TASK OBJECTIVE =>
Output the line containing "s := id.String()" exactly. Do the same for every line after it through the end of the material, and output nothing else.

RECORDS FOR PROCESSING =>
// Package store holds all SQL. Every write runs in one transaction together
// with its audit-log row; PostgreSQL errors become fleet errors here.
package store

import (
	"context"
	"encoding/base64"
	"encoding/json"
	"errors"
	"fmt"
	"io"
	"net"
	"strings"
	"sync"
	"syscall"
	"time"

	"github.com/google/uuid"
	"github.com/jackc/pgx/v5"
	"github.com/jackc/pgx/v5/pgconn"
	"github.com/jackc/pgx/v5/pgxpool"

	"github.com/rotorwright/rotorwright/fleet"
	"github.com/rotorwright/rotorwright/migrations"
)

// DB is the store over a connection pool.
type DB struct {
	pool *pgxpool.Pool
	now  func() time.Time
	// early bounds the logged-flight transactions begun before their
	// analysis ends (BeginLoggedFlight), each holding a connection while
	// the ingest reads through others.
	early chan struct{}
}

// Open connects to the database at url. It does not migrate.
func Open(ctx context.Context, url string) (*DB, error) {
	cfg, err := pgxpool.ParseConfig(url)
	if err != nil {
		return nil, fmt.Errorf("database url: %w", err)
	}
	pool, err := pgxpool.NewWithConfig(ctx, cfg)
	if err != nil {
		return nil, fmt.Errorf("connect: %w", err)
	}
	return New(pool), nil
}

// New wraps an existing pool.
func New(pool *pgxpool.Pool) *DB {
	// Half the pool, rounded down: on a pool of one connection none (an
	// early transaction would hold it while the ingest waits for another).
	return &DB{pool: pool, now: time.Now, early: make(chan struct{}, pool.Config().MaxConns/2)}
}

// Pool returns the underlying pool.
func (db *DB) Pool() *pgxpool.Pool { return db.pool }

// Close closes the pool.
func (db *DB) Close() { db.pool.Close() }

// Ping checks the database answers.
func (db *DB) Ping(ctx context.Context) error {
	if err := db.pool.Ping(ctx); err != nil {
		return &fleet.Error{Code: fleet.EUNAVAILABLE, Message: "database unavailable"}
	}
	return nil
}

// Migrate applies pending migrations on a dedicated connection and refuses a
// schema newer than this binary knows.
func (db *DB) Migrate(ctx context.Context, logf func(string, ...any)) error {
	conn, err := db.pool.Acquire(ctx)
	if err != nil {
		return fmt.Errorf("acquire: %w", err)
	}
	defer conn.Release()
	if _, _, err := schemaVersions(ctx, conn.Conn()); err != nil {
		return err
	}
	return migrations.Migrate(ctx, conn.Conn(), logf)
}

// ErrSchemaBehind is wrapped by CheckSchema's error when migrations are
// pending.
var ErrSchemaBehind = errors.New("database schema is behind")

// CheckSchema fails unless the schema is the version this binary knows; it
// never migrates (only migrate, serve and demo do).
func (db *DB) CheckSchema(ctx context.Context) error {
	cur, latest, err := schemaVersions(ctx, db.pool)
	if err != nil {
		return err
	}
	if cur < latest {
		return fmt.Errorf("%w: it is at version %d and this rotorwright needs %d: run rotorwright migrate", ErrSchemaBehind, cur, latest)
	}
	return nil
}

// schemaVersions reads the database's schema version and the latest this
// binary knows, and refuses a newer database.
func schemaVersions(ctx context.Context, q migrations.Querier) (cur, latest int32, err error) {
	cur, err = migrations.Current(ctx, q)
	if err != nil {
		return 0, 0, fmt.Errorf("schema version: %w", err)
	}
	latest, err = migrations.Latest()
	if err != nil {
		return 0, 0, err
	}
	if cur > latest {
		return 0, 0, fmt.Errorf("database schema version %d is newer than this binary knows (%d): upgrade rotorwright", cur, latest)
	}
	return cur, latest, nil
}

// Actor is who makes a change, recorded in the audit log.
type Actor struct {
	KeyID     string // api key id; empty for the command line
	Name      string
	RequestID string // the service's own id of the request
	// ClientRequestID is the X-Request-ID the client sent, if any: kept
	// apart from ours because the client chooses it.
	ClientRequestID string
	Method          string
	Route           string
	// Role is the key's role; empty for the command line.
	Role fleet.Role
}

type actorKey struct{}

// WithActor attaches the actor of the current request to ctx.
func WithActor(ctx context.Context, a Actor) context.Context {
	return context.WithValue(ctx, actorKey{}, a)
}

func actorFrom(ctx context.Context) Actor {
	a, _ := ctx.Value(actorKey{}).(Actor)
	return a
}

// actingKey is the acting key's id, or nil for the command line.
func actingKey(ctx context.Context) *string {
	if a := actorFrom(ctx); a.KeyID != "" {
		return &a.KeyID
	}
	return nil
}

func newID() string { return uuid.Must(uuid.NewV7()).String() }

// inTx runs fn in a transaction, retrying on serialization failure or
// deadlock, and translates database errors.
func (db *DB) inTx(ctx context.Context, fn func(tx pgx.Tx) error) error {
	var err error
	for attempt := 0; attempt < 3; attempt++ {
		if err = db.tryTx(ctx, fn); !retryable(err) {
			break
		}
	}
	return translate(err)
}

func (db *DB) tryTx(ctx context.Context, fn func(tx pgx.Tx) error) error {
	tx, err := db.pool.Begin(ctx)
	if err != nil {
		return err
	}
	defer tx.Rollback(ctx)
	var rows [][]any
	pendingAudit.Store(tx, &rows)
	defer pendingAudit.Delete(tx)
	if err := fn(tx); err != nil {
		return err
	}
	return commitWithAudit(ctx, tx, rows)
}

// commitWithAudit writes the transaction's pending audit rows and commits.
func commitWithAudit(ctx context.Context, tx pgx.Tx, rows [][]any) error {
	if len(rows) > 0 {
		b := &pgx.Batch{}
		for _, args := range rows {
			b.Queue(insertAuditSQL, args...)
		}
		if err := tx.SendBatch(ctx, b).Close(); err != nil {
			return err
		}
	}
	return tx.Commit(ctx)
}

// retryable is a serialization failure or deadlock: the transaction may
// succeed if run again.
func retryable(err error) bool {
	var pe *pgconn.PgError
	return errors.As(err, &pe) && (pe.Code == "40001" || pe.Code == "40P01")
}

// pendingAudit holds, per transaction run by tryTx, the audit rows written
// during it; they are inserted together just before the commit. Appending
// to the hash chain takes its lock until the commit (migration 007), so
// writing the rows last holds that lock for the commit only, not for the
// whole transaction, and concurrent writers serialise for that much alone.
var pendingAudit sync.Map // pgx.Tx -> *[][]any

const insertAuditSQL = `
		INSERT INTO audit_log (actor, actor_name, request_id, client_request_id, method, route, entity, entity_id,
			before, after)
		VALUES ($1, $2, $3, $4, $5, $6, $7, $8, $9, $10)`

// audit writes one audit-log row in tx, at its commit when tx is run by
// tryTx (see pendingAudit). before and after are marshalled to JSON now (nil
// stays SQL NULL), so the row holds the values as they were at the call.
func audit(ctx context.Context, tx pgx.Tx, entity, entityID string, before, after any) error {
	a := actorFrom(ctx)
	var actor *string
	if a.KeyID != "" {
		actor = &a.KeyID
	}
	b, err := jsonOrNil(before)
	if err != nil {
		return err
	}
	af, err := jsonOrNil(after)
	if err != nil {
		return err
	}
	var client *string
	if a.ClientRequestID != "" {
		client = &a.ClientRequestID
	}
	args := []any{actor, a.Name, a.RequestID, client, a.Method, a.Route, entity, entityID, b, af}
	if p, ok := pendingAudit.Load(tx); ok {
		rows := p.(*[][]any)
		*rows = append(*rows, args)
		return nil
	}
	_, err = tx.Exec(ctx, insertAuditSQL, args...)
	return err
}

func jsonOrNil(v any) ([]byte, error) {
	if v == nil {
		return nil, nil
	}
	return json.Marshal(v)
}

// constraintErrors maps constraint names to the field and message a client
// sees. Anything unlisted becomes a generic conflict.
var constraintErrors = map[string]struct{ field, msg string }{
	"airframes_code_key":            {"code", "an airframe with this code exists"},
	"parts_kind_serial_key":         {"serial", "a part of this kind with this serial exists"},
	"jobs_code_key":                 {"code", "a job with this code exists"},
	"fits_part_overlap":             {"part_id", "the part is fitted elsewhere over an overlapping time"},
	"fits_position_overlap":         {"position", "the position holds another part of this kind over an overlapping time"},
	"flights_airframe_overlap":      {"takeoff_at", "the airframe has another flight over an overlapping time"},
	"flights_log_key":               {"log", "this log was already uploaded for this airframe"},
	"flight_packs_overlap":          {"packs", "a pack flies another flight over an overlapping time"},
	"flight_packs_part_once":        {"packs", "a pack is listed twice"},
	"flights_landing_after_takeoff": {"landing_at", "must be after takeoff_at"},
	"api_keys_token_key":            {"token", "token collision"},
	"airframes_layout_fkey":         {"layout", "unknown layout"},
	"flights_job_id_fkey":           {"job_id", "unknown job"},
	"events_airframe_id_fkey":       {"airframe_id", "unknown airframe"},
	"events_part_id_fkey":           {"part_id", "unknown part"},
	"events_flight_id_fkey":         {"flight_id", "unknown flight"},
	"layouts_pkey":                  {"name", "a layout with this name exists"},
	"flight_packs_part_id_fkey":     {"packs", "unknown pack"},
	"flights_airframe_id_fkey":      {"airframe_id", "unknown airframe"},
	"column_maps_name_key":          {"name", "a column map with this name exists"},
	"events_flown_not_ready_once":   {"flight_id", "the flight already has a flown_not_ready event"},
}

// translate maps PostgreSQL errors to fleet errors, trusting constraints
// rather than checking first.
func translate(err error) error {
	if err == nil {
		return nil
	}
	var fe *fleet.Error
	if errors.As(err, &fe) {
		return fe
	}
	if errors.Is(err, pgx.ErrNoRows) {
		return fleet.Errorf(fleet.ENOTFOUND, "not found")
	}
	var pe *pgconn.PgError
	if errors.As(err, &pe) {
		m, known := constraintErrors[pe.ConstraintName]
		if !known {
			m.field = fieldOfConstraint(pe)
		}
		switch pe.Code {
		case "23505", "23P01": // unique_violation, exclusion_violation
			if !known {
				m.msg = "conflicts with an existing record"
			}
			return &fleet.Error{Code: fleet.ECONFLICT, Field: m.field, Message: m.msg}
		case "23503": // foreign_key_violation
			if !known {
				m.msg = "refers to a record that does not exist"
			}
			return &fleet.Error{Code: fleet.EUNPROCESSABLE, Field: m.field, Message: m.msg}
		case "23514": // check_violation
			if !known {
				m.msg = "breaks a rule of the register"
			}
			return &fleet.Error{Code: fleet.EUNPROCESSABLE, Field: m.field, Message: m.msg}
		case "22P02", "22007", "22008": // bad text representation, datetime
			return &fleet.Error{Code: fleet.EINVALID, Field: pe.ColumnName, Message: "malformed value"}
		case "22003": // numeric_value_out_of_range
			return &fleet.Error{Code: fleet.EINVALID, Field: pe.ColumnName, Message: "a number is out of range"}
		}
		// 08 connection exceptions, 53 insufficient resources (too many
		// connections, disk full), 57P0x shutdown, crash or cannot connect now.
		if class := pe.Code[:2]; class == "08" || class == "53" || strings.HasPrefix(pe.Code, "57P") {
			return &fleet.Error{Code: fleet.EUNAVAILABLE, Message: "database unavailable"}
		}
		return err
	}
	if connectionLost(err) {
		return &fleet.Error{Code: fleet.EUNAVAILABLE, Message: "database unavailable"}
	}
	return err
}

// connectionLost reports an error of reaching the database rather than of
// the statement: a refused or broken connection, a server process that died
// mid-transaction (EOF), a closed connection or transaction, a timeout.
func connectionLost(err error) bool {
	var ce *pgconn.ConnectError
	var ne net.Error
	return errors.As(err, &ce) || pgconn.SafeToRetry(err) || pgconn.Timeout(err) ||
		errors.Is(err, context.DeadlineExceeded) || errors.Is(err, io.EOF) || errors.Is(err, io.ErrUnexpectedEOF) ||
		errors.As(err, &ne) || errors.Is(err, net.ErrClosed) || errors.Is(err, pgconn.ErrConnClosed) ||
		errors.Is(err, pgx.ErrTxClosed) || errors.Is(err, syscall.ECONNRESET) || errors.Is(err, syscall.EPIPE)
}

// fieldOfConstraint names the input member behind a constraint the table
// of known ones lacks: PostgreSQL names a single-column foreign key or check
// <table>_<column>_fkey / _check, and reports not-null violations by column.
func fieldOfConstraint(pe *pgconn.PgError) string {
	if pe.ColumnName != "" {
		return pe.ColumnName
	}
	name, ok := strings.CutPrefix(pe.ConstraintName, pe.TableName+"_")
	if !ok {
		return ""
	}
	for _, suffix := range []string{"_fkey", "_check"} {
		if col, ok := strings.CutSuffix(name, suffix); ok {
			return col
		}
	}
	return ""
}

// Page is a keyset page request: items after Cursor, at most Limit.
type Page struct {
	Limit  int
	Cursor string // opaque; the last id of the previous page
}

// MaxPageSize bounds a page.
const MaxPageSize = 500

// afterID decodes a cursor into the id to page after ("" for the first page).
func (p Page) afterID() (*string, error) {
	if p.Cursor == "" {
		return nil, nil
	}
	b, err := base64.RawURLEncoding.DecodeString(p.Cursor)
	if err != nil {
		return nil, fleet.FieldError("cursor", "is not a cursor this service issued")
	}
	id, err := uuid.ParseBytes(b)
	if err != nil {
		return nil, fleet.FieldError("cursor", "is not a cursor this service issued")
	}
	s := id.String()
	return &s, nil
}

// nextCursor returns the cursor after the last of n fetched ids when a
// further page exists (the query fetched limit+1 rows).
func nextCursor(ids []string, limit int) string {
	if len(ids) <= limit {
		return ""
	}
	return base64.RawURLEncoding.EncodeToString([]byte(ids[limit-1]))
}

// ParseID checks s is a UUID and names field when it is not.
func ParseID(field, s string) (string, error) {
	id, err := uuid.Parse(s)
	if err != nil {
		return "", fleet.FieldError(field, "must be a UUID")
	}
	return id.String(), nil
}

func notFound(what string) error {
	return fleet.Errorf(fleet.ENOTFOUND, "%s not found", what)
}

// versionMismatch is returned when an If-Match version is stale.
func versionMismatch() error {
	return fleet.Errorf(fleet.EPRECONDITION, "the record changed since it was read; fetch it again")
}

SOLUTION FOR THIS TASK =>
	s := id.String()
	return &s, nil
}

// nextCursor returns the cursor after the last of n fetched ids when a
// further page exists (the query fetched limit+1 rows).
func nextCursor(ids []string, limit int) string {
	if len(ids) <= limit {
		return ""
	}
	return base64.RawURLEncoding.EncodeToString([]byte(ids[limit-1]))
}

// ParseID checks s is a UUID and names field when it is not.
func ParseID(field, s string) (string, error) {
	id, err := uuid.Parse(s)
	if err != nil {
		return "", fleet.FieldError(field, "must be a UUID")
	}
	return id.String(), nil
}

func notFound(what string) error {
	return fleet.Errorf(fleet.ENOTFOUND, "%s not found", what)
}

// versionMismatch is returned when an If-Match version is stale.
func versionMismatch() error {
	return fleet.Errorf(fleet.EPRECONDITION, "the record changed since it was read; fetch it again")
}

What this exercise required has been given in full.